** DATA FOR THIS TASK follows **
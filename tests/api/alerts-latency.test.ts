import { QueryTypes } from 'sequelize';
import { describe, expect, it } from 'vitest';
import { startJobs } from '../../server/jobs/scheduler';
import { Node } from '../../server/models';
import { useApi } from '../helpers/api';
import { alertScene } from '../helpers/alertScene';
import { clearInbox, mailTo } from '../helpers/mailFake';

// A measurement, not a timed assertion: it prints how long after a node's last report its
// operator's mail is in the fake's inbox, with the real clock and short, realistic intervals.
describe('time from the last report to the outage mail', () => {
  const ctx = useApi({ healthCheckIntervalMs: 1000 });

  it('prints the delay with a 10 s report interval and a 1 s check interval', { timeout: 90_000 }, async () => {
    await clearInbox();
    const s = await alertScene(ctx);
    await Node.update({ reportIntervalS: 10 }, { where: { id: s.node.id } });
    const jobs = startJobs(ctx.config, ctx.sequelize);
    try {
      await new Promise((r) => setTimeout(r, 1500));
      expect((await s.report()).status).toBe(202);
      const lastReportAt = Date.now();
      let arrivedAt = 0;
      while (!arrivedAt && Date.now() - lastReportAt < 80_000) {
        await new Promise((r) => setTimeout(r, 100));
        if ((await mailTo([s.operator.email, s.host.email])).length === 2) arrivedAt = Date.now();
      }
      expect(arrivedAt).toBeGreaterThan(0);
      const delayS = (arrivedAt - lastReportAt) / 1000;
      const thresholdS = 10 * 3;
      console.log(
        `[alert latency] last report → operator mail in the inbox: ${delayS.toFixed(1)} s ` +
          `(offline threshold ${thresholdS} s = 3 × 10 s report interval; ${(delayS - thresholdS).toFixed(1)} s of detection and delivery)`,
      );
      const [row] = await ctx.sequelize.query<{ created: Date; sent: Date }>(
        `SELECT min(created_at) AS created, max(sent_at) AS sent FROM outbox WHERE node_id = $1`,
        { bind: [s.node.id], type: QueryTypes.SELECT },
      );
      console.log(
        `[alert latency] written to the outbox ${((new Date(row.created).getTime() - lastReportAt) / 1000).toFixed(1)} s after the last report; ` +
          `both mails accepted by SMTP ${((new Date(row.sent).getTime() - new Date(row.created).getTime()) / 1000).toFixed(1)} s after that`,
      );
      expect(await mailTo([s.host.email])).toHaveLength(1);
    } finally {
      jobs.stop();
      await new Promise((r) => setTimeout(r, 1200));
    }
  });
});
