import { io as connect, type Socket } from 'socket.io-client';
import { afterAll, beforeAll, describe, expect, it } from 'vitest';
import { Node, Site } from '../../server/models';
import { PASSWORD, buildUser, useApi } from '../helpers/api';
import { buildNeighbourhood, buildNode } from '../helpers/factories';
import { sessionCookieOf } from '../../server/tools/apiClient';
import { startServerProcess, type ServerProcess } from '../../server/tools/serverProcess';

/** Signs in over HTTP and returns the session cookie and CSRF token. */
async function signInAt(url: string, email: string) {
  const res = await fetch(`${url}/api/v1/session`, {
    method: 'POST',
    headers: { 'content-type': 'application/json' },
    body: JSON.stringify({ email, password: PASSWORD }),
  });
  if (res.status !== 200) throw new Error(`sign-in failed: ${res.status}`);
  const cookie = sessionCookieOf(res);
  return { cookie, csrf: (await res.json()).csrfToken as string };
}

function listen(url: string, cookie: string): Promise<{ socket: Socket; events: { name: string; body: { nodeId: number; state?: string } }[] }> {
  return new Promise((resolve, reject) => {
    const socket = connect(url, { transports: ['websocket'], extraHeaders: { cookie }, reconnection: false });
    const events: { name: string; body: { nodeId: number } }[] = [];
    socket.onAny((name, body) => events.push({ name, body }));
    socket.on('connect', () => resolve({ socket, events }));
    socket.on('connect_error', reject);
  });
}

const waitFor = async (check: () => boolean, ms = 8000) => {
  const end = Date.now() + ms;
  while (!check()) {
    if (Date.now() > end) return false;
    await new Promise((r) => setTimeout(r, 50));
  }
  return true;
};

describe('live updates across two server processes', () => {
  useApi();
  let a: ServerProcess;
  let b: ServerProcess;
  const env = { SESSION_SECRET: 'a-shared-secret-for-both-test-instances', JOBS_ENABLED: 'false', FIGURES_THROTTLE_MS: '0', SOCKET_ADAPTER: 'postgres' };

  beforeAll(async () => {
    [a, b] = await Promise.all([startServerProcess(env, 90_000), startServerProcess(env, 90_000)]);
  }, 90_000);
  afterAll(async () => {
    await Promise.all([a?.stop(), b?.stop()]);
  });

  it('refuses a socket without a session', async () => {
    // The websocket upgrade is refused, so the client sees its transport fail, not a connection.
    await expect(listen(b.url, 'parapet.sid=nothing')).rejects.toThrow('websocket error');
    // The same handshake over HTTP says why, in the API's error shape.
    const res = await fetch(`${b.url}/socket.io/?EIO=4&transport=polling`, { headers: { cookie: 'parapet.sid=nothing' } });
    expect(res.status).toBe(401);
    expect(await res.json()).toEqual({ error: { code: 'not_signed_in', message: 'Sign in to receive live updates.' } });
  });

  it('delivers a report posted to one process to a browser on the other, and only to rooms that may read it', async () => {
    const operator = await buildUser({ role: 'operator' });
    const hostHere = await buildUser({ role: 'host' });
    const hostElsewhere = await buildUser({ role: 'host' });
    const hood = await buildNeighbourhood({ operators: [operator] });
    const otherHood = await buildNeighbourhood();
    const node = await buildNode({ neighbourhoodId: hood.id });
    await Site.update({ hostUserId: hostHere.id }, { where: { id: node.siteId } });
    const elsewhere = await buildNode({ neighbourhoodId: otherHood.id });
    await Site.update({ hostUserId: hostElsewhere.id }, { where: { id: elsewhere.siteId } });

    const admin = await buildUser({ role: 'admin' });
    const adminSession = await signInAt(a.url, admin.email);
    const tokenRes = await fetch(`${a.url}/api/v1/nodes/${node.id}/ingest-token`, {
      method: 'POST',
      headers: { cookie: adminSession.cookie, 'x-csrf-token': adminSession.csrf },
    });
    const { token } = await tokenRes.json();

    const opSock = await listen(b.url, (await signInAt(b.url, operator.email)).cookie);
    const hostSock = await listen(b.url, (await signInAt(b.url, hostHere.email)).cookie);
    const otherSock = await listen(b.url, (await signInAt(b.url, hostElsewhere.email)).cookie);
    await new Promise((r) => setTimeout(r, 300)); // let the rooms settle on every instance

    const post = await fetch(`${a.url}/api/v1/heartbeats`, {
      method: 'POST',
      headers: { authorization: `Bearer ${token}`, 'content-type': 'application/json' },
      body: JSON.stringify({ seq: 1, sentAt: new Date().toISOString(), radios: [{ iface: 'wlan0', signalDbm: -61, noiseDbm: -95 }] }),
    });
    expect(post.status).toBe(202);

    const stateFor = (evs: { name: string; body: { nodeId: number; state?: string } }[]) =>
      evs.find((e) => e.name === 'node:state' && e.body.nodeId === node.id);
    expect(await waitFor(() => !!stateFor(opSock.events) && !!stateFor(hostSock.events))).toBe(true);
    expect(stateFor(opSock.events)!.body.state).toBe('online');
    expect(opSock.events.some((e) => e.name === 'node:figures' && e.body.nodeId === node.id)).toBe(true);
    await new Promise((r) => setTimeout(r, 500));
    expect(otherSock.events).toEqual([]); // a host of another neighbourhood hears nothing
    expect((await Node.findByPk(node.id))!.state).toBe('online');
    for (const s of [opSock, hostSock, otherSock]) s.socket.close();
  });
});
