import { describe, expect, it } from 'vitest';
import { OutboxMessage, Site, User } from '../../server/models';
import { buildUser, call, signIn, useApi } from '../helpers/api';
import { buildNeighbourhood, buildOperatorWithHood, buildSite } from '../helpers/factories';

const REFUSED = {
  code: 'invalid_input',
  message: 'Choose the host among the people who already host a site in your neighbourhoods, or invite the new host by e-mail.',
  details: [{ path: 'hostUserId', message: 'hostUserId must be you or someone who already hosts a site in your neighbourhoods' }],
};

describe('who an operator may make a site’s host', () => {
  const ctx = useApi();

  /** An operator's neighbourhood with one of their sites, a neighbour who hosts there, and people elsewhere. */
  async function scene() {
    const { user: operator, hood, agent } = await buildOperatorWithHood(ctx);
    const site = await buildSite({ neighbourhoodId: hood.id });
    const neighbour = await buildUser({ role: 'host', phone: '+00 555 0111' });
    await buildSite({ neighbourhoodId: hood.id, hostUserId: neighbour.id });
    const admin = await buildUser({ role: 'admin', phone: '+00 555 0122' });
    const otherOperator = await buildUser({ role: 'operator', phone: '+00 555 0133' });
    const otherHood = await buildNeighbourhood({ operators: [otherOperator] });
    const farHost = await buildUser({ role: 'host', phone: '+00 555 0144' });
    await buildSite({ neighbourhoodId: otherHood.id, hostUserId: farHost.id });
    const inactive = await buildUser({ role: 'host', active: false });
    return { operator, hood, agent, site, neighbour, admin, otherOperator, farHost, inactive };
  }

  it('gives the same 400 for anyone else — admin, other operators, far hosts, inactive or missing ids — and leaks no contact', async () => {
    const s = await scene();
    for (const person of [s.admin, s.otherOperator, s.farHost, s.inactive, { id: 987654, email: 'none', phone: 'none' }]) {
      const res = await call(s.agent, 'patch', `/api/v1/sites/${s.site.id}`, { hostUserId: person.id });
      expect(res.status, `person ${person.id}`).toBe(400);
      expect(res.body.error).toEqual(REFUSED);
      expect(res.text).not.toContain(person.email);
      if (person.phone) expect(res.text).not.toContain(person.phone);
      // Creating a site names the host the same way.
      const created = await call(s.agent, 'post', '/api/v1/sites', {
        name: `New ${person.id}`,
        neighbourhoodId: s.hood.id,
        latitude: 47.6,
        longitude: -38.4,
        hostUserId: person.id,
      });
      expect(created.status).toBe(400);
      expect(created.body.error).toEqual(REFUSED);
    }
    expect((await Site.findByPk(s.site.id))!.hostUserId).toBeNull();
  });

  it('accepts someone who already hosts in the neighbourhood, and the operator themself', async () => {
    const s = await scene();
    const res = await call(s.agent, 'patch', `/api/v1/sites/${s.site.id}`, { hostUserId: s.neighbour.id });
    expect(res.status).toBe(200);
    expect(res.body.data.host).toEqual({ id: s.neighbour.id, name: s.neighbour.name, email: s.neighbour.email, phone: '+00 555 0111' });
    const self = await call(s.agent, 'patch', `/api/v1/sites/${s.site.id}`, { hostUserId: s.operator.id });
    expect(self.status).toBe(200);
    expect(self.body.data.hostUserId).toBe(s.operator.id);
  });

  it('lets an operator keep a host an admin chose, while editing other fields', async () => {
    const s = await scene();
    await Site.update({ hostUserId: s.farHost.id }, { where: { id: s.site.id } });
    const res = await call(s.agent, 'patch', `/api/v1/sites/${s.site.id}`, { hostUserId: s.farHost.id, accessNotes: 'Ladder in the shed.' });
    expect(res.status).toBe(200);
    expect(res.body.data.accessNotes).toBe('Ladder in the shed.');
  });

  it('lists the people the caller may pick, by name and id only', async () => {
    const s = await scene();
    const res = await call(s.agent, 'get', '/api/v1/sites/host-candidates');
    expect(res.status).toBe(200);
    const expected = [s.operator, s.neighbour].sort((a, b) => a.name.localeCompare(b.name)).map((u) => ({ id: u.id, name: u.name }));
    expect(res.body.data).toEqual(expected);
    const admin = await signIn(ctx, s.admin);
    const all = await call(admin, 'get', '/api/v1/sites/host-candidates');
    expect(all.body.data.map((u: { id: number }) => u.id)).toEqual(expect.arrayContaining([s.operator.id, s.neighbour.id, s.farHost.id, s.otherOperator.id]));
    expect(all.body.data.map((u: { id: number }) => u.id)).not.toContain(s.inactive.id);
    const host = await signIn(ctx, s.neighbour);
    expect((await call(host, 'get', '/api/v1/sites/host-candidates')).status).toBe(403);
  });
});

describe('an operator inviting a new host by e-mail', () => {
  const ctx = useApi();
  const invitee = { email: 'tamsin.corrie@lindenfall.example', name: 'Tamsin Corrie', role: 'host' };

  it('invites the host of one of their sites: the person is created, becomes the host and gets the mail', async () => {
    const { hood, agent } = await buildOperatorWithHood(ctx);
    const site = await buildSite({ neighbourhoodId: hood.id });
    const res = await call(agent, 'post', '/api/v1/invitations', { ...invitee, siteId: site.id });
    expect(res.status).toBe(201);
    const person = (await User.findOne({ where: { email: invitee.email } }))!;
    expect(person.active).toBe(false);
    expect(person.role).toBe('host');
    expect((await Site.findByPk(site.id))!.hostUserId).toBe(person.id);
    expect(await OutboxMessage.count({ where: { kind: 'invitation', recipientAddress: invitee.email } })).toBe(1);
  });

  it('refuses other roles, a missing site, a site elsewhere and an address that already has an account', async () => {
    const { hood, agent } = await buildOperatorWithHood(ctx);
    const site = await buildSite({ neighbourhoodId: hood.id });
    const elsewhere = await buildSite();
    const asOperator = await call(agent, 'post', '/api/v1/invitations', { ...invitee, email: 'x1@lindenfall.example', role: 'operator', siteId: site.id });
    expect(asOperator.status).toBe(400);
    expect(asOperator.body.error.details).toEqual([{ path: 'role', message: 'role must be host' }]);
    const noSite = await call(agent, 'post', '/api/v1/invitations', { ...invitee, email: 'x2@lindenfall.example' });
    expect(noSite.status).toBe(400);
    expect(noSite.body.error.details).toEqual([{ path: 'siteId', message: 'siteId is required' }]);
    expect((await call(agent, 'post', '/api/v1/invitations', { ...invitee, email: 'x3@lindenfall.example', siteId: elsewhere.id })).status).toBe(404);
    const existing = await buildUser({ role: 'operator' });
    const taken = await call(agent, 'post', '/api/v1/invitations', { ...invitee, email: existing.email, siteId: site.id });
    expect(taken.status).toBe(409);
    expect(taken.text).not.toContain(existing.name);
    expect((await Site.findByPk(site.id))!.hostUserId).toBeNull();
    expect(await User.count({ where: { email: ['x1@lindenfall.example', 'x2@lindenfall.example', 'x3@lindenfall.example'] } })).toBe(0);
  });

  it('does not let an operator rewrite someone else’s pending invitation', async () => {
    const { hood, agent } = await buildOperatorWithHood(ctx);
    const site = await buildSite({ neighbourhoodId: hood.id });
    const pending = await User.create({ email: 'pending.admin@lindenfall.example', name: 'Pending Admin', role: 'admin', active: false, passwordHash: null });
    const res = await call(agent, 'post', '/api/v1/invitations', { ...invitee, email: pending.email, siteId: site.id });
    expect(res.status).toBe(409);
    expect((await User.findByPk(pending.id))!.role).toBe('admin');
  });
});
** End of DATA FOR THIS TASK **
**TRY IT**. Which lines above carry the string "updates"? Copy those lines.

**ANSWER SPACE**.
describe('live updates across two server processes', () => {
    expect(await res.json()).toEqual({ error: { code: 'not_signed_in', message: 'Sign in to receive live updates.' } });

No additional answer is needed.